As for the dreams and thoughts, please speak to your midwife, if nothing else just so that they keep an eye on you after the birth. I think that very vivid dreams are common in pregnancy but it sounds like you're getting yourself in a pickle. And I say that from the kindest place, having suffered with anxiety and PND myself.
Please look after yourself
Please talk to your midwife. There is a condition called ante natal depression, and having intrusive thoughts can be part of that. Dreams can be very weird in pregnancy, but maybe the perinatal health team can help you with the intrusive thoughts which sound very distressing for you.
Thanks everyone. I'm not depressed though. Not in the least. I'm a perfectly happy and energetic bunny who deeply enjoys all her usual activities, is bright and sparkly and in general am very happy with no changes in mood to report. Very vivid dreams are common in pregnancy I've heard, another lady's recent thread on the pregnancy board had ones wayyy worse than these.
I'm going to take it easy and enjoy the last few weeks at the moment. Of course it's great that help is avsilable if needed
I had awful intrusive thoughts exactly like you describe with both dc1 and 2 - mine didn't start until after the birth but were horrible even though I knew that the likelihood of any of the scenarios would ever come to pass was unbelievably infinitesimal
They went on for about 3-4 months both times but didn't happen with dc3. I didn't tell anyone about them at the time as it sounded completely mad and I knew I was sane, just very very anxious
and for you and a doggy for your lovely little friend
Yy to this not being about your dog, but about your baby - you poor thing!

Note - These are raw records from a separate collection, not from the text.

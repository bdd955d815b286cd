import { provideHttpClient } from '@angular/common/http';
import { HttpTestingController, provideHttpClientTesting } from '@angular/common/http/testing';
import { TestbedHarnessEnvironment } from '@angular/cdk/testing/testbed';
import { TestBed } from '@angular/core/testing';
import { MatButtonHarness } from '@angular/material/button/testing';
import { MATERIAL_ANIMATIONS } from '@angular/material/core';
import { MatDialogHarness } from '@angular/material/dialog/testing';
import { MatFormFieldHarness } from '@angular/material/form-field/testing';
import { MatInputHarness } from '@angular/material/input/testing';
import { MatSelectHarness } from '@angular/material/select/testing';
import { MatSnackBarHarness } from '@angular/material/snack-bar/testing';
import { provideRouter } from '@angular/router';
import type { UserSummary } from '@tunnelwright/contracts';
import { LabBookingsPage } from './lab-bookings-page';
import { bookingFixture, fixtureBookingId } from './testing/booking-fixtures';

const labId = '1d2c3b4a-5f6e-4d7c-8b9a-0f1e2d3c4b5a';

function technician(index: number, name: string): UserSummary {
  return {
    id: `00000000-0000-4000-8000-${String(index).padStart(12, '0')}`,
    email: `tech${index}@example.test`,
    name,
    role: 'technician',
    organisationId: labId,
    organisationName: 'Brightwater Aero Lab',
    active: true,
    activated: true,
    createdAt: '2026-01-15T09:00:00.000Z',
  };
}

const confirmed = bookingFixture();

describe('LabBookingsPage', () => {
  it('asks the API for active technicians only and offers exactly those in the picker', async () => {
    TestBed.configureTestingModule({
      imports: [LabBookingsPage],
      providers: [provideHttpClient(), provideHttpClientTesting(), provideRouter([])],
    });
    const fixture = TestBed.createComponent(LabBookingsPage);
    fixture.detectChanges();
    const backend = TestBed.inject(HttpTestingController);
    backend.expectOne('/api/bookings').flush([confirmed]);
    backend.expectOne((request) => request.url === '/api/services').flush([]);
    const users = backend.expectOne((request) => request.url === '/api/users');
    expect(users.request.params.get('role')).toBe('technician');
    expect(users.request.params.get('active')).toBe('true');
    users.flush({ items: [technician(1, 'Rhea Calder'), technician(2, 'Tobias Wren')], total: 2 });
    await fixture.whenStable();

    const picker = await TestbedHarnessEnvironment.loader(fixture).getHarness(MatSelectHarness);
    await picker.open();
    const options = await Promise.all((await picker.getOptions()).map((option) => option.getText()));
    expect(options).toEqual(['Nobody yet', 'Rhea Calder', 'Tobias Wren']);
  });

  it('declines a request with any reason that is not blank, says what is missing, and reloads the list', async () => {
    TestBed.configureTestingModule({
      imports: [LabBookingsPage],
      providers: [provideHttpClient(), provideHttpClientTesting(), provideRouter([]), { provide: MATERIAL_ANIMATIONS, useValue: { animationsDisabled: true } }],
    });
    const fixture = TestBed.createComponent(LabBookingsPage);
    fixture.detectChanges();
    const backend = TestBed.inject(HttpTestingController);
    const requested = bookingFixture({ state: 'requested', holdExpiresAt: '2030-09-08T09:00:00.000Z' });
    backend.expectOne('/api/bookings').flush([requested]);
    backend.expectOne((request) => request.url === '/api/services').flush([]);
    backend.expectOne((request) => request.url === '/api/users').flush({ items: [], total: 0 });
    await fixture.whenStable();

    const loader = TestbedHarnessEnvironment.loader(fixture);
    await (await loader.getHarness(MatButtonHarness.with({ text: 'Decline…' }))).click();
    const root = TestbedHarnessEnvironment.documentRootLoader(fixture);
    const dialog = await root.getHarness(MatDialogHarness);
    expect(await dialog.getTitleText()).toBe('Decline the request from Northfield Models?');
    expect(await dialog.getText()).toContain('The customer is told the reason and the slot on Low-speed circuit is freed.');
    const field = await dialog.getHarness(MatFormFieldHarness.with({ floatingLabelText: /^Reason/ }));
    const input = (await field.getControl(MatInputHarness)) as MatInputHarness;
    const decline = await dialog.getHarness(MatButtonHarness.with({ text: 'Decline request' }));
    expect(await (await dialog.getHarness(MatButtonHarness.with({ text: 'Keep the request' }))).isDisabled()).toBe(false);

    await input.setValue('   ');
    await decline.click();
    expect(await field.getTextErrors()).toEqual(['Say why the request is declined']);
    // A short reason is enough here: no count towards a minimum is shown.
    expect(await field.getTextHints()).toEqual([]);
    backend.expectNone(`/api/bookings/${fixtureBookingId}/decline`);

    await input.setValue('  Full week ');
    await decline.click();
    const sent = backend.expectOne(`/api/bookings/${fixtureBookingId}/decline`);
    expect(sent.request.body).toEqual({ reason: 'Full week' });
    sent.flush({ ...requested, state: 'declined', declineReason: 'Full week' });
    // The dialog closes after its exit, and only then does the page reload the list.
    let reloads = backend.match('/api/bookings');
    for (let tick = 0; tick < 100 && reloads.length === 0; tick++) {
      await new Promise((resolve) => setTimeout(resolve, 10));
      reloads = backend.match('/api/bookings');
    }
    expect(reloads).toHaveLength(1);
    reloads[0]?.flush([{ ...requested, state: 'declined', declineReason: 'Full week' }]);
    expect(await (await root.getHarness(MatSnackBarHarness)).getMessage()).toBe('Request declined.');
    expect(await root.getAllHarnesses(MatDialogHarness)).toHaveLength(0);
    backend.verify();
  });
});
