import { ChangeDetectionStrategy, Component, inject, signal } from '@angular/core';
import { FormControl, FormGroup, ReactiveFormsModule, Validators } from '@angular/forms';
import { MatButtonModule } from '@angular/material/button';
import { MAT_DIALOG_DATA, MatDialogModule } from '@angular/material/dialog';
import { MatFormFieldModule } from '@angular/material/form-field';
import { MatInputModule } from '@angular/material/input';
import type { Booking, PeriodInput } from '@tunnelwright/contracts';
import type { Observable } from 'rxjs';
import { ErrorBanner } from '../shared/error-banner';
import { FormSubmission } from '../shared/form-submission';
import { BookingApi } from './booking-api';
import { formatPeriod, localValueOf } from './lab-time';
import { PeriodFields, periodControls, readPeriod } from './period-fields';

/** What the new period does: offered instead of the one asked for, or the confirmed booking moved to it. */
export type PeriodChange = 'counter-proposal' | 'reschedule';

export interface PeriodChangeDialogData {
  booking: Booking;
  change: PeriodChange;
}

const wording: Readonly<Record<PeriodChange, { title: string; current: string; action: string; failure: string; effect: string }>> = {
  'counter-proposal': {
    title: 'Offer another period',
    current: 'Asked for',
    action: 'Offer this period',
    failure: 'The other period could not be offered.',
    effect: 'The customer accepts or declines it; the slot they asked for is freed.',
  },
  reschedule: {
    title: 'Move the booking',
    current: 'Booked for',
    action: 'Move booking',
    failure: 'The booking could not be moved.',
    effect: 'The customer is e-mailed an updated calendar entry that replaces the old one.',
  },
};

/**
 * A lab manager gives a booking another period: offered instead of the one a request asked for, or a confirmed
 * booking moved. Times are the lab's wall time; the new period must be free, which the server checks.
 */
@Component({
  selector: 'tw-period-change-dialog',
  changeDetection: ChangeDetectionStrategy.OnPush,
  imports: [ReactiveFormsModule, MatDialogModule, MatButtonModule, MatFormFieldModule, MatInputModule, ErrorBanner, PeriodFields],
  template: `
    <h2 mat-dialog-title>{{ words.title }}</h2>
    <mat-dialog-content>
      <p>{{ words.current }}: {{ current }}</p>
      <p>Times below are in the lab's zone, {{ booking.timeZone }}. {{ words.effect }}</p>
      <form [formGroup]="form" class="fields">
        <tw-period-fields [controls]="form.controls" />
        <mat-form-field class="wide">
          <mat-label>Note to the customer</mat-label>
          <textarea matInput formControlName="note" rows="2" maxlength="2000"></textarea>
        </mat-form-field>
      </form>
      @if (orderError()) {
        <p class="error" role="alert">The end must be after the start.</p>
      }
      @if (submission.error(); as message) {
        <tw-error-banner [message]="message" [retryable]="false" />
      }
    </mat-dialog-content>
    <mat-dialog-actions align="end">
      <button mat-button type="button" mat-dialog-close>Close</button>
      <button mat-flat-button type="button" [disabled]="submission.sending()" (click)="send()">{{ words.action }}</button>
    </mat-dialog-actions>
  `,
  styleUrl: './period-dialog.scss',
})
export class PeriodChangeDialog {
  private readonly api = inject(BookingApi);
  private readonly data = inject<PeriodChangeDialogData>(MAT_DIALOG_DATA);
  protected readonly booking = this.data.booking;
  protected readonly words = wording[this.data.change];

  protected readonly current = formatPeriod(this.booking.period, this.booking.timeZone);
  protected readonly form = new FormGroup({
    ...periodControls(localValueOf(this.booking.period.start, this.booking.timeZone), localValueOf(this.booking.period.end, this.booking.timeZone)),
    note: new FormControl('', { nonNullable: true, validators: Validators.maxLength(2000) }),
  });
  protected readonly orderError = signal(false);
  protected readonly submission = new FormSubmission(this.form, { failure: this.words.failure });

  protected send(): void {
    const { period, outOfOrder } = readPeriod(this.form.controls, this.booking.timeZone);
    this.orderError.set(outOfOrder);
    if (!this.submission.checkValid() || !period || outOfOrder) return;
    this.submission.send(this.call(period, this.form.controls.note.value.trim()));
  }

  private call(period: PeriodInput, note: string): Observable<Booking> {
    return this.data.change === 'reschedule' ? this.api.reschedule(this.booking.id, period, note) : this.api.counterPropose(this.booking.id, period, note);
  }
}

Intrusive thoughts are horrible, and are an expression of anxiety.
If things settle, then fine. If not, then please don't hesitate to seek help - intrusive thoughts in pregnancy and just after birth are really not at all uncommon. Don't hesitate to speak to your GP of HV about it. Also, have a look at the MH boards here.
V best of luck
Oh, and I loved the saying that 'every baby arrives with its own bundle of love' - people fret when they have subsequent children that they won't love them as much as the previous baby (which is kind of your position if we give your beloved dog the status of 'current baby' ) and I find the concept that there is always more love really lovely.
Yeah, chatted with my mum who I don't see eye to eye with or am close to BUT she explained about her life and the child (me) followed by DDog 1 (companion through separation after I became a teen) Ddog 2 (the barky unhealthy ugly duckling one who was her favourite) and ddog3 (the pretty princess spoilt by all) and their lives and final deaths. And she explained how there was always more and yet more and then more love to give! and for love to be individually tailored to their needs and personalities.

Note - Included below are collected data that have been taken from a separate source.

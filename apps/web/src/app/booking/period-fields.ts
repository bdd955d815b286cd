import { ChangeDetectionStrategy, Component, input } from '@angular/core';
import { FormControl, ReactiveFormsModule, Validators } from '@angular/forms';
import { MatFormFieldModule } from '@angular/material/form-field';
import { MatInputModule } from '@angular/material/input';
import type { PeriodInput } from '@tunnelwright/contracts';
import { labInstant } from './lab-time';

/** The start and end of a period, as `datetime-local` values in the lab's zone. */
export interface PeriodControls {
  readonly start: FormControl<string>;
  readonly end: FormControl<string>;
}

/** Required start and end controls, filled with the given `datetime-local` values. */
export function periodControls(start: string, end: string): PeriodControls {
  return {
    start: new FormControl(start, { nonNullable: true, validators: Validators.required }),
    end: new FormControl(end, { nonNullable: true, validators: Validators.required }),
  };
}

/** What the fields say: the period as instants when both are valid, and whether the end comes on or before the start. */
export interface PeriodReading {
  readonly period: PeriodInput | null;
  readonly outOfOrder: boolean;
}

/** Reads the fields as wall time in the lab's zone. */
export function readPeriod(controls: PeriodControls, labZone: string): PeriodReading {
  const start = labInstant(controls.start.value, labZone);
  const end = labInstant(controls.end.value, labZone);
  if (!start || !end) {
    return { period: null, outOfOrder: false };
  }
  return { period: { start, end }, outOfOrder: Date.parse(end) <= Date.parse(start) };
}

/**
 * The Start and End fields of a dialog that asks for a period. The host adds no box of its own, so the two fields
 * sit in the surrounding form's layout as if written there.
 */
@Component({
  selector: 'tw-period-fields',
  changeDetection: ChangeDetectionStrategy.OnPush,
  imports: [ReactiveFormsModule, MatFormFieldModule, MatInputModule],
  template: `
    <mat-form-field>
      <mat-label>Start</mat-label>
      <input matInput type="datetime-local" [formControl]="controls().start" required />
      @if (controls().start.invalid) {
        <mat-error>Choose the start</mat-error>
      }
    </mat-form-field>
    <mat-form-field>
      <mat-label>End</mat-label>
      <input matInput type="datetime-local" [formControl]="controls().end" required />
      @if (controls().end.invalid) {
        <mat-error>Choose the end</mat-error>
      }
    </mat-form-field>
  `,
  styles: `
    :host {
      display: contents;
    }
  `,
})
export class PeriodFields {
  readonly controls = input.required<PeriodControls>();
}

I think the key concern subconsciously was - what if baby takes away every last drop of love abd I suddenly have zero left in the love bank for anyone else (including my mum dad DH and Ddog but because - out of this lot who are apparently about to lose my love - Ddog is the most vulnerable and dependent my gut instinct is to protect her).
Well bless you all, for your kindness! And bless my little D. Picture added from exactly this date last year - for perspective into the attachment factor.
Aah! That is a tiny sweet dog!
Why don't you repost this in a different topic? Lots of people (midwives, GPs, or just people who have experienced similar worrying feelings (though not necessarily about a dog!) might be able to offer you more reassurance, but they may have the Doghouse topic hidden if they don't have a dog!
Oh my goodness, what a sweet, sweet picture - cute dog, but the way you are holding her says everything about what your relationship is like <melts>
Isn't it a wonderful thing that love is never a finite resource and in fact, I'd stipulate, that the more of it your expend the more you have?